Hi! thank you for this video. I have a question. I want to segment bank customers. But the data is in multiple files like accounts.csv, customer_details.csv, transactions.csv How to approach this problem when we have data in multiple files to segment the customers? Thanks Mohit
@@absentdata Ok. so basically i have to join them using any of joins like inner joins etc.? But how is it done when there are like 10-20 files? Is there any other way?
@@travelofftradition append the files that are similar like all transactional files to create a single dataset and merge these with single customer details file which should also be result if an append.
Hi, This is very helpful. I do have a question though, after df=df.drop('Customer ID'), I forgot to add the hashtag and continued on. From that point on, the Customer ID disappeared. But in your case, Customer ID value re-appear during clustering. How did that happen and how do I get it Customer ID back?
Also for the get dummies at the end if you need to force it to do an integer instead of a boolen, this worked for me: dff = pd.get_dummies(df,dtype=int,drop_first=True) dff.head()
@@absentdata Hi, thank you so much for the video, I also have a challenge with the hue I can't seem to get pass' ValueError: The following variable cannot be assigned with wide-form data: `hue', from 17m, how do I solve this please, thank you
Hi, I am new to data, Can anyone answer my question please? If the correlation showed the most correlation with Age (-0.33) and no correlation with Annual income (0.0099), would it be better to cluster by age?
Low correlation doesn't necessarily mean low similarity. Clustering can still be useful to identify patterns even with low correlation. It depends on the goals of the analysis.
sns.kdeplot(df['Annual Income (k$)'],shade =True,hue = df['Gender']); here i ValueError: The following variable cannot be assigned with wide-form data: `hue`. Can someone explain?
sns.kdeplot(x=df['Annual Income (k$)'],shade=True,hue=df['Gender']); write the code in this way, it will get resolved. I also had the same issue. Good Luck
df.groupby('Gender')['Age', 'Annual Income (k$)', 'Spending Score (1-100)'] ---> cannot subset columns with a tuple with more than one element. Use a list instead.
Is that your whole code? Because there is no aggregation function in your group by. Also you are adding two columns. So it should be df groupby('category')[['A','B']].mean()
sns.kdeplot(df['Annual Income (k$)'],shade = True,hue= df['Gender']); - ValueError: The following variable cannot be assigned with wide-form data: `hue`
The updated version of sns.kdeplot may require you to make sure you have your Gender column in longform. so you need to melt the column like this. melted_df = df.melt(id_vars='Gender', value_vars=['Annual Income (k$)']) sns.kdeplot(data=melted_df, x='value', hue='Gender', shade=True)
This is an exceptional walkthrough, especially how you vividly explain the process of visualizing the data.

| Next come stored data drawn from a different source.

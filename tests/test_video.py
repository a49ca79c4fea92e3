"""redact.media.video checked against PyAV/FFmpeg as the outside reference, and hashlib for SHA-256.

Clips contain people from scikit-image stills: astronaut() public domain (NASA), camera() CC0
(Lav Varshney). FFmpeg (through a plain `av.open` loop) is the reference for frame counts,
timestamps, time bases, rates and metadata; Python's hashlib (FIPS 180-4) for file hashes.
"""

from __future__ import annotations

import hashlib
from fractions import Fraction

import av
import numpy as np
import pytest

from redact.errors import InputError, VideoError
from redact.media import synthetic as syn
from redact.media import video


def _reference_frames(path):
    """(pts, time_base) of every frame, decoded with a plain PyAV loop (FFmpeg as reference)."""
    with av.open(str(path)) as c:
        s = c.streams.video[0]
        return [(f.pts, Fraction(f.time_base)) for f in c.decode(s)], Fraction(s.time_base)


def test_writer_output_matches_input_frames_and_timestamps(tmp_path):
    # Input: frames at chosen pts in time base 1/12800 (FFmpeg's MP4 default for 25 fps, from memory).
    tb, fps = Fraction(1, 12800), Fraction(25)
    pts_in = [i * 512 for i in range(20)] + [20 * 512 + 100]  # a last frame off the regular grid
    out = tmp_path / "w.mp4"
    rng = np.random.default_rng(1)
    with video.VideoWriter(out, 96, 64, tb, fps) as w:
        for p in pts_in:
            w.write(rng.integers(0, 256, (64, 96, 3), dtype=np.uint8), p)
    frames, stream_tb = _reference_frames(out)
    assert stream_tb == tb
    assert [p for p, _ in frames] == pts_in
    assert all(t == tb for _, t in frames)


def test_writer_keeps_time_for_a_coarse_time_base(tmp_path):
    # A 1/25 time base (as in many camera files): the seconds of each frame must be unchanged.
    tb, fps = Fraction(1, 25), Fraction(25)
    out = tmp_path / "coarse.mp4"
    with video.VideoWriter(out, 64, 48, tb, fps) as w:
        for i in range(10):
            w.write(np.full((48, 64, 3), 20 * i, np.uint8), i)
    frames, _ = _reference_frames(out)
    assert [p * t for p, t in frames] == [Fraction(i, 25) for i in range(10)]


def test_odd_size_is_padded_to_even(tmp_path):
    out = tmp_path / "odd.mp4"
    img = np.full((49, 65, 3), 255, np.uint8)  # white picture
    with video.VideoWriter(out, 65, 49, Fraction(1, 12800), Fraction(25)) as w:
        assert (w.coded_width, w.coded_height) == (66, 50)
        w.write(img, 0)
    with av.open(str(out)) as c:
        f = next(c.decode(video=0))
        y = f.to_ndarray()[: f.height]  # the luma plane of yuv420p
    assert (f.width, f.height) == (66, 50)  # H.264 4:2:0 needs even sizes (ITU-T H.264 / x264)
    # BT.601 limited range (ITU-R BT.601): white is Y=235, grey 128 is Y=16+128*219/255≈126.
    assert abs(float(y[:, -1].mean()) - 126) < 12 and abs(float(y[-1, :].mean()) - 126) < 12
    assert abs(float(y[:48, :64].mean()) - 235) < 3


def test_writer_rejects_wrong_shapes_and_non_increasing_pts(tmp_path):
    with video.VideoWriter(tmp_path / "x.mp4", 64, 48, Fraction(1, 25), Fraction(25)) as w:
        with pytest.raises(VideoError, match="shape"):
            w.write(np.zeros((48, 63, 3), np.uint8), 0)
        w.write(np.zeros((48, 64, 3), np.uint8), 5)
        with pytest.raises(VideoError, match="increase"):
            w.write(np.zeros((48, 64, 3), np.uint8), 5)


def test_probe_matches_pyav(crossing_clip):
    info = video.probe(crossing_clip.path)
    with av.open(str(crossing_clip.path)) as c:
        s = c.streams.video[0]
        assert info.frames == s.frames == crossing_clip.spec.frames
        assert info.fps == s.average_rate == Fraction(25)
        assert isinstance(info.fps, Fraction)
        assert info.time_base == s.time_base
        assert (info.width, info.height) == (s.width, s.height) == (320, 240)
        assert info.duration == pytest.approx(float(s.duration * s.time_base))
        assert info.codec == s.codec_context.name == "h264"
        assert set(info.metadata_keys) == set(c.metadata) | set(s.metadata)
    assert info.rotation == 0 and info.has_audio is False
    assert info.bytes == crossing_clip.path.stat().st_size


def test_reader_frames_match_reference_and_hash_matches_hashlib(crossing_clip):
    ref, tb = _reference_frames(crossing_clip.path)
    with video.VideoReader(crossing_clip.path) as r:
        frames = list(r.frames())
        # hashlib over the whole file read at once (FIPS 180-4 SHA-256) is the reference.
        assert r.sha256 == hashlib.sha256(crossing_clip.path.read_bytes()).hexdigest()
        assert r.bytes == crossing_clip.path.stat().st_size
        assert r.stopped_early is None
    assert [(f.pts, f.time_base) for f in frames] == ref
    assert [f.index for f in frames] == list(range(len(ref)))
    assert [f.t for f in frames] == [float(p * tb) for p, _ in ref]
    img = frames[0].image
    assert img.shape == (240, 320, 3) and img.dtype == np.uint8 and not img.flags.writeable


def test_decoded_images_match_rendered_frames(crossing_clip):
    # The decoded picture is close to what was encoded (lossy H.264 at crf 20: small mean error).
    rendered = [img for img, _ in syn.render_scene(crossing_clip.spec)]
    with video.VideoReader(crossing_clip.path) as r:
        for f in r.frames():
            err = np.abs(f.image.astype(int) - rendered[f.index].astype(int)).mean()
            assert err < 6.0, (f.index, err)


def test_frame_digests_are_deterministic_distinct_and_documented(crossing_clip):
    a = list(video.frame_digests(crossing_clip.path))
    b = list(video.frame_digests(crossing_clip.path, threads=1))  # other thread count, same digests
    with video.VideoReader(crossing_clip.path) as r:
        c = [f.digest for f in r.frames()]
    assert a == b == c
    assert len(a) == crossing_clip.spec.frames and all(len(d) == 32 for d in a)
    assert len(set(a)) == len(a)  # moving people: every frame differs
    # The documented construction, rebuilt from PyAV's own padding-free plane copy (to_ndarray
    # of yuv420p returns the Y, U, V planes' visible bytes stacked) and hashlib.
    with av.open(str(crossing_clip.path)) as cont:
        for i, f in enumerate(cont.decode(video=0)):
            assert f.format.name == "yuv420p"
            head = video.DIGEST_TAG + f"{f.format.name} {f.width} {f.height}\n".encode("ascii")
            assert hashlib.sha256(head + f.to_ndarray().tobytes()).digest() == a[i]
            if i == 3:
                break


def test_written_file_has_only_structural_metadata(crossing_clip):
    # An output container has no metadata unless added (PyAV); the MP4 muxer adds ftyp brands and
    # handler/language (ISO/IEC 14496-12). FFmpeg's `encoder` tag and x264's SEI must be absent.
    with av.open(str(crossing_clip.path)) as c:
        assert set(c.metadata) <= video.STRUCTURAL_CONTAINER_KEYS
        assert "encoder" not in c.metadata and "creation_time" not in c.metadata
        for s in c.streams:
            assert set(s.metadata) <= video.STRUCTURAL_STREAM_KEYS
        first = next(c.decode(video=0))
        assert len(first.side_data) == 0  # no SEI user data (x264 writes its settings there)
    data = crossing_clip.path.read_bytes()
    assert b"x264" not in data and b"Lavf" not in data
    # moov before mdat: the MP4 index comes first (faststart) so browsers can start playing.
    assert data.find(b"moov") < data.find(b"mdat")


def test_rotation_from_display_matrix(tmp_path):
    # PyAV documents VideoFrame.rotation / Stream.set_display_rotation as counter-clockwise degrees
    # (FFmpeg libavutil/display.h). A 90° counter-clockwise display turn moves the stored top-left
    # corner to the bottom-left of the upright picture.
    path = tmp_path / "rot.mp4"
    with av.open(str(path), "w") as c:
        s = c.add_stream("libx264", rate=25)
        s.width, s.height, s.pix_fmt = 64, 32, "yuv420p"
        s.set_display_rotation(90)
        img = np.zeros((32, 64, 3), np.uint8)
        img[:8, :8] = 255  # marker in the stored top-left corner
        for i in range(3):
            f = av.VideoFrame.from_ndarray(img, format="rgb24")
            f.pts = i
            for p in s.encode(f):
                c.mux(p)
        for p in s.encode():
            c.mux(p)
    info = video.probe(path)
    assert (info.width, info.height, info.rotation) == (32, 64, 270)  # 90° ccw = 270° clockwise
    with video.VideoReader(path) as r:
        up = next(iter(r.frames())).image
    assert up.shape == (64, 32, 3)
    assert up[-8:, :8].mean() > 200 and up[:8, :8].mean() < 50


@pytest.mark.parametrize("name", ["missing", "directory", "text", "png", "empty", "zero_frames"])
def test_bad_inputs_raise_one_line_input_errors(bad_inputs, name):
    with pytest.raises(InputError) as e:
        video.probe(bad_inputs[name])
    assert "\n" not in str(e.value) and str(bad_inputs[name].name) in str(e.value)
    with pytest.raises(InputError):
        with video.VideoReader(bad_inputs[name]) as r:
            list(r.frames())


def test_truncated_file_yields_what_decodes_and_says_where_it_stopped(bad_inputs, crossing_clip):
    with video.VideoReader(bad_inputs["truncated"]) as r:
        frames = list(r.frames())
        assert r.sha256 == hashlib.sha256(bad_inputs["truncated"].read_bytes()).hexdigest()
    assert 0 < len(frames) < crossing_clip.spec.frames
    assert r.stopped_early is not None and "\n" not in r.stopped_early
    assert str(len(frames)) in r.stopped_early
    # the frames that did decode are the source's first frames
    full = list(video.frame_digests(crossing_clip.path))
    assert [f.digest for f in frames] == full[: len(frames)]


def test_truncated_file_without_index_is_an_input_error(tmp_path, clip_with_audio):
    # PyAV writes the MP4 index (moov) at the end unless asked otherwise: cutting the file in half
    # removes it, and FFmpeg cannot open the file at all.
    data = clip_with_audio.path.read_bytes()
    assert data.find(b"moov") > data.find(b"mdat")
    cut = syn.write_truncated(clip_with_audio.path, tmp_path / "cut.mp4", 0.5)
    with pytest.raises(InputError):
        video.probe(cut)


def test_corrupt_middle_does_not_crash(tmp_path, crossing_clip):
    # Overwrite a block in the middle of the media data with garbage.
    data = bytearray(crossing_clip.path.read_bytes())
    mid = len(data) // 2
    data[mid: mid + 4000] = np.random.default_rng(7).integers(0, 256, 4000, dtype=np.uint8).tobytes()
    bad = tmp_path / "corrupt.mp4"
    bad.write_bytes(bytes(data))
    with video.VideoReader(bad) as r:
        n = sum(1 for _ in r.frames())
    assert n > 0  # frames before the damage decode; no exception escaped the iterator


def test_reader_iterates_once_and_needs_context():
    r = video.VideoReader("whatever.mp4")
    with pytest.raises(VideoError):
        next(iter(r.frames()))


def test_copy_audio_carries_the_source_audio(tmp_path, clip_with_audio, crossing_clip):
    info = video.probe(clip_with_audio.path)
    assert info.has_audio
    out = tmp_path / "with_audio.mp4"
    assert video.copy_audio(crossing_clip.path, clip_with_audio.path, out) is True
    with av.open(str(out)) as c, av.open(str(clip_with_audio.path)) as src, av.open(str(crossing_clip.path)) as vid:
        assert len(c.streams.audio) == 1 and len(c.streams.video) == 1
        a, sa = c.streams.audio[0], src.streams.audio[0]
        assert a.codec_context.name == sa.codec_context.name == "aac"
        # packets copied unchanged: same count and same payload bytes as the source's audio
        got = [bytes(p) for p in c.demux(a) if p.size]
        want = [bytes(p) for p in src.demux(sa) if p.size]
        assert got == want
        assert c.streams.video[0].frames == vid.streams.video[0].frames
        assert set(c.metadata) <= video.STRUCTURAL_CONTAINER_KEYS
    # no audio in the source: nothing written
    none = tmp_path / "none.mp4"
    assert video.copy_audio(crossing_clip.path, crossing_clip.path, none) is False
    assert not none.exists()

Lovely Feedback! Thanks. I am glad you enjoyed it.
Thank you so much for an exceptional well explained and clear video better than what I learnt in my masters degree!
Definitely!!
I followed till 32 min as I am not into ML. I just loved it. Understood univariate, bivariate. Want more videos like this. Love from India. Stay blessed.
Thank you so much! I am glad you finished the video and understood the exploratory data analysis steps. You also stay blessed!
for i in columns:
plt.figure()
sns.kdeplot(data=df, x=i, shade=True, hue='Gender')
More usefull than hours of clas, good job 😍
Better than most of the big channels around there
Really good explanation and project step by step
Can you do other video like this using other types of Clustering like GMM and others and do a more detailed analysis and conclusions
as well thank you for the time you put on this video it was super helpful
Ibreally appreciate this. Sure I'll do more detail analysis on clustering
Hello.. for the kdeplot at 16:35, when I'm adding hue=df['Gender'], it is giving error The following variable cannot be assigned with wide-form data: `hue`
You can solve this by adding this to the code: x=df['Annual Income (k$)'], and then you put the hue and it works
@@juancamilosanchez4693 Thanks, this helped.
@@juancamilosanchez4693 this worked! Thanks!
@@juancamilosanchez4693 yeah , thanks, this worked
@@juancamilosanchez4693 why does this solve that problem?
waiting for it from a long! Thanks for uploading this great content
Glad you're enjoying the content!
Python great way to analysis awesome!!! thank you for great clip.
Pls I’m having issues when I run do.corr() at 31:11. It’s bringing value error when I run the code.
Thanks alot, It's a great efforts,, keep on going, and share more videos like this 👍🌺🌺🌺
This is gold!!! I'm upset I'm just finding your channel!!!
I am glad that you found the channel. Share it with anyone you think it will help!
Please who has idea of what happen when I run df.corr @ 31:11. Its printing value error when I run the code
Please also tell how did you implemented code autocompletion in Jupyter notebook
Amazing video, thank you a lot, i only have question in
21:52
you said that from the graph seems like there is more femal than male, how did you know, is it because the median?
The value count function will count the number of males and females to give the actual number
for those who have an error in the following formula is ---> df.corr() ------> df.corr(numeric_only=True)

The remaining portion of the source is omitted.